The concept of "description" becomes very important now. So we need to understand the difference between a description and a representation. We can use mathematics to make a model, a representation for example, but that representation is based on a description, it represents what has been described (observed). Now we need to proceed toward understanding what constitutes a description, an observation. Notice that we need to make available the apt terms, and this process of making them available is more a process of defining rather than representing. This is where Wittgenstein appears to stumble, by assuming that language in general has inherent limits, making some things impossible to understand, rather than allowing that it is limitless, and we only apply boundaries as necessary. However, to give Wittgenstein credit, he distinctly describes the latter in some passages, but he seems to always revert to the former. We can see in mathematics for example, the concept of infinite is intended to allow that anything can be counted.
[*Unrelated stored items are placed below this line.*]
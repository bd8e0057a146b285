// Segments the inventory and its diacritics can write but no rule of the grammar makes (a voiceless
// nasal, a long unstressed vowel, a nasalised or labialised consonant written in the broad form):
// the machine engine accepts them (its alphabet is widened from the word) and gives exactly what
// the reference interpreter gives (issue: no `run/outside-alphabet` for a writable segment).

import { describe, expect, test } from "vitest";
import { InterpreterEngine } from "../../src/lexicon/engine-interp.js";
import { machineEngine } from "../../src/lexicon/engine-machine.js";
import { variety, wordOf } from "./harness.js";

describe("segments no rule makes, through the machine engine (en-us grammar)", () => {
  const v = variety("grammar.strata");
  const built = machineEngine(v.grammar, v.inventory, { blame: false });
  const machine = built.engine!;
  const oracle = new InterpreterEngine(v.grammar, v.inventory, 16, true);
  // Invented words; each has at least one segment outside the compiled alphabet.
  // The second word needs no new segment: the widened engine is reused, not rebuilt.
  const words = ["ˈsm̥oʊkʷiːn̥", "ˈkʷiːn̥"];

  test("the plain compiled alphabet lacks them", () => {
    expect(built.diagnostics.filter((d) => d.severity === "error")).toEqual([]);
    const outside = words.filter((w) => machine.encode(wordOf(v, w).slice(1, -1)) === undefined);
    expect(outside).toEqual(words);
  });

  test("the engine transcribes them as the interpreter does", () => {
    for (const w of words) {
      const symbols = wordOf(v, w).slice(1, -1);
      const got = machine.transcribeWord(symbols);
      const want = oracle.transcribeWord(symbols);
      expect(got, w).toBeDefined();
      expect({ narrow: got!.narrow, broad: got!.broad, variants: got!.variants }, w).toEqual({ narrow: want!.narrow, broad: want!.broad, variants: want!.variants });
    }
  });
});
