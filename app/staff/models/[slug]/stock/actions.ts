"use server";

import { revalidatePath } from "next/cache";
import { action } from "@/lib/http/action";
import { adjustStock, receiveStock } from "@/lib/staff/stock";
import { adjustStockSchema, receiveStockSchema } from "@/lib/staff/stock-input";

function refresh() {
  revalidatePath("/staff", "layout");
  revalidatePath("/houses", "layout");
}

export const receiveStockAction = action(
  { permission: "staff:stock" },
  receiveStockSchema,
  async (input, user) => {
    const moved = await receiveStock({ input, actorId: user!.id });
    refresh();
    return moved;
  },
);

export const adjustStockAction = action(
  { permission: "staff:stock" },
  adjustStockSchema,
  async (input, user) => {
    const moved = await adjustStock({ input, actorId: user!.id });
    refresh();
    return moved;
  },
);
4: So a person could be having pain sensations, but not actually be in pain because those sensations are incorrectly representing the presence of that other thing. — jkg20
The problem here is the double representation, what Plato called narrative, which he warned us against. "Pain" here is the public word, defined by public use. So in reality it refers to having pain sensations. If the person has pain sensations, then it is real pain. We could even allow a further layer of representation and say it refers to pain behaviour, like Luke suggests. But each layer of representation gets us further from the truth. If we go the other way now, to the deeper internal level of what the sensation is symbolic of within the person, we cannot properly use that term "pain" here, this would create equivocation and the potential for the appearance of contradiction.
That's what "the beetle in the box" analogy shows, the inclination to equivocate in this respect. In the private language, the person notes the sensation as S. But the sensation noted as S, is symbolic of something further, and this is called the "beetle". So "beetle" here refers to that further thing which is indicated by a particular sensation. In the public language there is also "beetle". But "beetle" here in the public language refers to a person's sensation. Notice that "beetle" now has two completely different validations. Do you see that if the person is feeling the sensation of pain, the presence of "the beetle", but the sensations are incorrectly representing the presence of that thing, the person is truly in the presence of "the beetle" according to the public usage, but not in the presence of "the beetle" according to the private sense, in which the sensation is supposed to represent that deeper thing.